A fast algorithm is developed for ranking the species in a chemistry set according to their importance to the modeled densities of user-specified species of interest. The species ranking can be constructed for any set of user-specified plasma conditions, but here we focus predominantly on low-temperature plasmas, with gas temperatures between 300 and 1500K covering the typical range of ICP and CCP plasma sources. This ranking scheme can be used to acquire insight into complex chemistry sets for modeling plasma phenomena or for a species-oriented reduction of the given chemistry set. The species-ranking method presented is based on a graph-theoretical representation of the detailed chemistry set and establishing indirect asymmetric coupling coefficients between pairs of species by the means of widely used graph search algorithms. Several alternative species-ranking schemes are proposed, all building on the theory behind different flavors of the directed relation graph method. The best-performing ranking method is identified statistically, by performing and evaluating a species-oriented iterative skeletal reduction on six, previously available, test chemistry sets (including O₂–He and N₂–H₂) with varying plasma conditions. The species-ranking method presented leads to reductions of between 10 and 75% in the number of species compared to the original detailed chemistry set, depending on the specific test chemistry set and plasma conditions.

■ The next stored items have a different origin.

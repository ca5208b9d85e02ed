import { DataTypes, type QueryInterface } from 'sequelize'
import { createPgGuard, dialectOf, dropGuard, pgAnyChanged } from './lib'

/**
 * Laboratory settings (one row), certificate counters (one per year of issue) and certificates.
 * Database triggers keep the record of issue intact whatever code runs against it:
 * - a certificate cannot be deleted, and once issued only its status columns may change, and only
 *   from `valid` (to `superseded` or `withdrawn`);
 * - a counter moves by exactly one at a time and is never deleted (no gaps, no reuse);
 * - a run with a certificate, and its points, cannot be changed or deleted, nor points added.
 */
export async function up({ context: qi }: { context: QueryInterface }): Promise<void> {
  const user = { type: DataTypes.INTEGER, references: { model: 'users', key: 'id' }, onDelete: 'RESTRICT' }

  await qi.createTable('lab_settings', {
    id: { type: DataTypes.INTEGER, primaryKey: true, autoIncrement: true },
    name: { type: DataTypes.STRING(200), allowNull: false },
    addressLines: { type: DataTypes.TEXT, allowNull: false },
    city: { type: DataTypes.STRING(120), allowNull: false },
    postcode: { type: DataTypes.STRING(20), allowNull: true },
    country: { type: DataTypes.STRING(80), allowNull: false },
    email: { type: DataTypes.STRING(254), allowNull: true },
    phone: { type: DataTypes.STRING(40), allowNull: true },
    accreditationBody: { type: DataTypes.STRING(160), allowNull: false },
    accreditationNumber: { type: DataTypes.STRING(60), allowNull: false },
    numberPrefix: { type: DataTypes.STRING(12), allowNull: false },
    numberIncludesYear: { type: DataTypes.BOOLEAN, allowNull: false, defaultValue: true },
    numberDigits: { type: DataTypes.INTEGER, allowNull: false, defaultValue: 5 },
    signatoryFunctions: { type: DataTypes.JSON, allowNull: false },
    traceabilityStatement: { type: DataTypes.TEXT, allowNull: false },
    decisionRuleStatement: { type: DataTypes.TEXT, allowNull: false },
    itemsStatement: { type: DataTypes.TEXT, allowNull: false },
    reproductionStatement: { type: DataTypes.TEXT, allowNull: true },
    version: { type: DataTypes.INTEGER, allowNull: false, defaultValue: 0 },
    createdAt: { type: DataTypes.DATE, allowNull: false },
    updatedAt: { type: DataTypes.DATE, allowNull: false },
  })

  await qi.createTable('certificate_counters', {
    year: { type: DataTypes.INTEGER, primaryKey: true },
    lastSequence: { type: DataTypes.INTEGER, allowNull: false },
  })

  await qi.createTable('certificates', {
    id: { type: DataTypes.INTEGER, primaryKey: true, autoIncrement: true },
    number: { type: DataTypes.STRING(60), allowNull: false, unique: true },
    baseNumber: { type: DataTypes.STRING(60), allowNull: false },
    revision: { type: DataTypes.INTEGER, allowNull: false },
    counterYear: { type: DataTypes.INTEGER, allowNull: false },
    sequence: { type: DataTypes.INTEGER, allowNull: false },
    status: { type: DataTypes.STRING(20), allowNull: false },
    runId: { type: DataTypes.INTEGER, allowNull: false, references: { model: 'calibration_runs', key: 'id' }, onDelete: 'RESTRICT' },
    instrumentId: { type: DataTypes.INTEGER, allowNull: false, references: { model: 'instruments', key: 'id' }, onDelete: 'RESTRICT' },
    organizationId: { type: DataTypes.INTEGER, allowNull: false, references: { model: 'organizations', key: 'id' }, onDelete: 'RESTRICT' },
    instrumentSerial: { type: DataTypes.STRING(80), allowNull: false },
    calibrationDate: { type: DataTypes.DATEONLY, allowNull: false },
    issueDate: { type: DataTypes.DATEONLY, allowNull: false },
    issuedAt: { type: DataTypes.DATE, allowNull: false },
    signedBy: { ...user, allowNull: false },
    signatoryName: { type: DataTypes.STRING(120), allowNull: false },
    signatoryFunction: { type: DataTypes.STRING(120), allowNull: false },
    signatureMeaning: { type: DataTypes.STRING(60), allowNull: false },
    verificationCode: { type: DataTypes.STRING(20), allowNull: false },
    pdfSha256: { type: DataTypes.STRING(64), allowNull: false },
    pdfSize: { type: DataTypes.INTEGER, allowNull: false },
    content: { type: DataTypes.JSON, allowNull: false },
    amendsId: { type: DataTypes.INTEGER, allowNull: true, references: { model: 'certificates', key: 'id' }, onDelete: 'RESTRICT' },
    amendmentReason: { type: DataTypes.TEXT, allowNull: true },
    supersededById: { type: DataTypes.INTEGER, allowNull: true, references: { model: 'certificates', key: 'id' }, onDelete: 'RESTRICT' },
    supersededAt: { type: DataTypes.DATE, allowNull: true },
    withdrawnAt: { type: DataTypes.DATE, allowNull: true },
    withdrawnBy: { ...user, allowNull: true },
    withdrawalReason: { type: DataTypes.TEXT, allowNull: true },
    version: { type: DataTypes.INTEGER, allowNull: false, defaultValue: 0 },
    createdAt: { type: DataTypes.DATE, allowNull: false },
    updatedAt: { type: DataTypes.DATE, allowNull: false },
  })
  await qi.addIndex('certificates', ['baseNumber', 'revision'], { unique: true, name: 'certificates_revision_unique' })
  await qi.addIndex('certificates', ['counterYear', 'sequence', 'revision'], { unique: true, name: 'certificates_sequence_unique' })
  await qi.addIndex('certificates', ['runId'], { name: 'certificates_run' })
  await qi.addIndex('certificates', ['organizationId', 'issuedAt'], { name: 'certificates_organization' })
  await qi.addIndex('certificates', ['issuedAt'], { name: 'certificates_issued' })
  await qi.addIndex('certificates', ['pdfSha256'], { name: 'certificates_sha256' })

  const fixed = ['number', 'baseNumber', 'revision', 'counterYear', 'sequence', 'runId', 'instrumentId', 'organizationId', 'instrumentSerial', 'calibrationDate',
    'issueDate', 'issuedAt', 'signedBy', 'signatoryName', 'signatoryFunction', 'signatureMeaning', 'verificationCode', 'pdfSha256', 'pdfSize', 'content',
    'amendsId', 'amendmentReason', 'createdAt']
  if (dialectOf(qi) === 'postgres') return guardsPg(qi, fixed)
  const q = (sql: string) => qi.sequelize.query(sql)
  await q(`CREATE TRIGGER certificates_no_delete BEFORE DELETE ON certificates
    BEGIN SELECT RAISE(ABORT, 'certificates cannot be deleted'); END`)
  await q(`CREATE TRIGGER certificates_fixed BEFORE UPDATE ON certificates
    WHEN OLD.status <> 'valid' OR NEW.status NOT IN ('valid', 'superseded', 'withdrawn')
      OR ${fixed.map(c => `NEW."${c}" IS NOT OLD."${c}"`).join(' OR ')}
    BEGIN SELECT RAISE(ABORT, 'an issued certificate cannot change: amend or withdraw it'); END`)
  await q(`CREATE TRIGGER certificate_counters_no_delete BEFORE DELETE ON certificate_counters
    BEGIN SELECT RAISE(ABORT, 'certificate counters cannot be deleted'); END`)
  await q(`CREATE TRIGGER certificate_counters_step BEFORE UPDATE ON certificate_counters
    WHEN NEW.year IS NOT OLD.year OR NEW.lastSequence IS NOT OLD.lastSequence + 1
    BEGIN SELECT RAISE(ABORT, 'certificate numbers advance by one: no gaps, no reuse'); END`)
  await q(`CREATE TRIGGER certificate_counters_start BEFORE INSERT ON certificate_counters
    WHEN NEW.lastSequence IS NOT 1
    BEGIN SELECT RAISE(ABORT, 'a certificate counter starts at 1'); END`)
  const certified = (col: string) => `EXISTS (SELECT 1 FROM certificates c WHERE c.runId = ${col})`
  await q(`CREATE TRIGGER calibration_runs_certified_no_update BEFORE UPDATE ON calibration_runs WHEN ${certified('OLD.id')}
    BEGIN SELECT RAISE(ABORT, 'a run with a certificate cannot change'); END`)
  await q(`CREATE TRIGGER calibration_runs_certified_no_delete BEFORE DELETE ON calibration_runs WHEN ${certified('OLD.id')}
    BEGIN SELECT RAISE(ABORT, 'a run with a certificate cannot be deleted'); END`)
  await q(`CREATE TRIGGER run_points_certified_no_update BEFORE UPDATE ON run_points WHEN ${certified('OLD.runId')} OR ${certified('NEW.runId')}
    BEGIN SELECT RAISE(ABORT, 'the points of a run with a certificate cannot change'); END`)
  await q(`CREATE TRIGGER run_points_certified_no_insert BEFORE INSERT ON run_points WHEN ${certified('NEW.runId')}
    BEGIN SELECT RAISE(ABORT, 'a run with a certificate takes no new points'); END`)
  await q(`CREATE TRIGGER run_points_certified_no_delete BEFORE DELETE ON run_points WHEN ${certified('OLD.runId')}
    BEGIN SELECT RAISE(ABORT, 'the points of a run with a certificate cannot be deleted'); END`)
}

/** The same guards on PostgreSQL (PL/pgSQL functions; see ./lib.ts). */
async function guardsPg(qi: QueryInterface, fixed: string[]): Promise<void> {
  const certified = (col: string) => `EXISTS (SELECT 1 FROM certificates c WHERE c."runId" = ${col})`
  const guards = [
    { name: 'certificates_no_delete', table: 'certificates', event: 'DELETE', message: 'certificates cannot be deleted' },
    { name: 'certificates_fixed', table: 'certificates', event: 'UPDATE', message: 'an issued certificate cannot change: amend or withdraw it',
      when: `OLD.status <> 'valid' OR NEW.status NOT IN ('valid', 'superseded', 'withdrawn') OR ${pgAnyChanged(fixed)}` },
    { name: 'certificate_counters_no_delete', table: 'certificate_counters', event: 'DELETE', message: 'certificate counters cannot be deleted' },
    { name: 'certificate_counters_step', table: 'certificate_counters', event: 'UPDATE', message: 'certificate numbers advance by one: no gaps, no reuse',
      when: 'NEW.year IS DISTINCT FROM OLD.year OR NEW."lastSequence" IS DISTINCT FROM OLD."lastSequence" + 1' },
    { name: 'certificate_counters_start', table: 'certificate_counters', event: 'INSERT', message: 'a certificate counter starts at 1',
      when: 'NEW."lastSequence" IS DISTINCT FROM 1' },
    { name: 'calibration_runs_certified_no_update', table: 'calibration_runs', event: 'UPDATE', message: 'a run with a certificate cannot change', when: certified('OLD.id') },
    { name: 'calibration_runs_certified_no_delete', table: 'calibration_runs', event: 'DELETE', message: 'a run with a certificate cannot be deleted', when: certified('OLD.id') },
    { name: 'run_points_certified_no_update', table: 'run_points', event: 'UPDATE', message: 'the points of a run with a certificate cannot change',
      when: `${certified('OLD."runId"')} OR ${certified('NEW."runId"')}` },
    { name: 'run_points_certified_no_insert', table: 'run_points', event: 'INSERT', message: 'a run with a certificate takes no new points', when: certified('NEW."runId"') },
    { name: 'run_points_certified_no_delete', table: 'run_points', event: 'DELETE', message: 'the points of a run with a certificate cannot be deleted', when: certified('OLD."runId"') },
  ] as const
  for (const g of guards) await createPgGuard(qi, g)
}

const TABLE_OF = (name: string) => name.startsWith('run_points') ? 'run_points' : name.startsWith('calibration_runs') ? 'calibration_runs' : name.startsWith('certificate_counters') ? 'certificate_counters' : 'certificates'

const TRIGGERS = ['run_points_certified_no_delete', 'run_points_certified_no_insert', 'run_points_certified_no_update', 'calibration_runs_certified_no_delete',
  'calibration_runs_certified_no_update', 'certificate_counters_start', 'certificate_counters_step', 'certificate_counters_no_delete', 'certificates_fixed', 'certificates_no_delete']

export async function down({ context: qi }: { context: QueryInterface }): Promise<void> {
  for (const name of TRIGGERS) await dropGuard(qi, name, TABLE_OF(name))
  await qi.dropTable('certificates')
  await qi.dropTable('certificate_counters')
  await qi.dropTable('lab_settings')
}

开发了一种快速算法，可根据物种对用户指定的关注物种的建模密度的重要性对化学组中的物种进行排名。可以针对任何一组用户指定的等离子体条件构建物种等级，但是这里我们主要关注低温等离子体，气体温度在300至1500K之间，涵盖了ICP和CCP等离子体源的典型范围。该排序方案可用于获取对复杂化学集合的见解，以对等离子体现象进行建模或对给定化学集合进行面向物种的还原。提出的物种排名方法基于详细化学组的图论表示，并通过广泛使用的图搜索算法建立物种对之间的间接非对称耦合系数。提出了几种替代的物种排序方案，所有方案均基于有向关系图方法的不同形式背后的理论。通过对六个先前可用的测试化学组（包括O）进行和评估面向物种的迭代骨骼减少，从统计学上确定性能最佳的排序方法₂ -He和N ₂ -H ₂）随等离子体条件的变化而变化。根据特定的测试化学组和血浆条件，与原始的详细化学组相比，提出的物种分级方法可将物种数量减少10％至75％。